//! The field solver: a third-order edge-coupled filter end to end, elimination against matrix multiplication, cost against unknowns.
//! Run: `cargo bench --bench field` (add `-- long` for N up to 6000).
#![allow(clippy::unwrap_used, missing_docs)]

use std::hint::black_box;
use std::time::Instant;

use faer::linalg::solvers::Solve;
use faer::{Mat, MatRef, Side};
use num_complex::Complex64;
use stripwright::field::{Mesh, Options, Plan, Solver, Split, read_geometry};
use stripwright::order::Source;

const LIMIT_S: f64 = 3.0;
const LIMIT_RATE: f64 = 0.6;

fn best_of(runs: usize, mut work: impl FnMut()) -> f64 {
    (0..runs)
        .map(|_| {
            let start = Instant::now();
            work();
            start.elapsed().as_secs_f64()
        })
        .fold(f64::INFINITY, f64::min)
}

fn main() {
    let long = std::env::args().any(|a| a == "long");
    let text = include_str!("edge-coupled-third.toml");
    let (file, _) = read_geometry(&Source::from_text("edge-coupled-third.toml", text)).unwrap();
    let mut unknowns = [0; 2];
    let time_s = best_of(2, || {
        let plan = Plan::new(&file.geometry, &file.f_hz, Options::default()).unwrap();
        let solution = plan.run(&file.f_hz, |_| true).unwrap();
        unknowns = solution.unknowns;
        println!("  error bar {:.4?}, solves {:?}", solution.error_bar, solution.solves);
    });
    println!(
        "third-order edge-coupled, 501 points, N {unknowns:?}, two meshes, calibration: {time_s:.2} s, limit {LIMIT_S} s, ratio {:.2}",
        time_s / LIMIT_S
    );
    let sizes: &[f64] = if long { &[1.0, 1.5, 2.0, 2.4] } else { &[1.0, 1.5] };
    for &refine in sizes {
        let highest_hz = *file.f_hz.last().unwrap();
        let mesh = Mesh::new(&file.geometry, highest_hz, refine, 0.1e-3).unwrap();
        let start = Instant::now();
        let solver = Solver::new(mesh.structure, highest_hz, Split::default()).unwrap();
        let near_s = start.elapsed().as_secs_f64();
        let (mut real, mut imaginary) = (Vec::new(), Vec::new());
        let fill_s = best_of(2, || (real, imaginary) = solver.matrix(2e9));
        let n = solver.count();
        let matrix = MatRef::from_column_major_slice(&real, n, n);
        let right = Mat::<f64>::from_fn(n, 2, |i, j| (i + j) as f64);
        let symmetric_s = best_of(2, || drop(black_box(matrix.lblt(Side::Lower).solve(&right))));
        let real_lu_s = best_of(2, || drop(black_box(matrix.partial_piv_lu().solve(&right))));
        let complex = Mat::from_fn(n, n, |i, j| Complex64::new(matrix[(i, j)], 0.0));
        let right = Mat::from_fn(n, 2, |i, j| Complex64::new((i + j) as f64, 1.0));
        let lu_s = best_of(2, || drop(black_box(complex.partial_piv_lu().solve(&right))));
        let multiply_s = best_of(2, || drop(black_box(&complex * &complex)));
        let rate = |flops: f64, time: f64| flops / time / 1e9;
        let (lu, multiply) = (rate(8.0 / 3.0 * (n as f64).powi(3), lu_s), rate(8.0 * (n as f64).powi(3), multiply_s));
        println!(
            "N {n}: near part {near_s:.2} s once; a frequency: fill {fill_s:.3} s, symmetric {symmetric_s:.3} s, real LU {real_lu_s:.3} s, complex LU {lu_s:.3} s \
             ({lu:.1} Gflop/s; multiplication {multiply:.1}; share {:.2}, limit {LIMIT_RATE})",
            lu / multiply
        );
        assert!(imaginary.is_empty());
    }
}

### Task to carry out
Wherever the string "default" appears in the entries above, return the line it appears on.

### Response
        let plan = Plan::new(&file.geometry, &file.f_hz, Options::default()).unwrap();
        let solver = Solver::new(mesh.structure, highest_hz, Split::default()).unwrap();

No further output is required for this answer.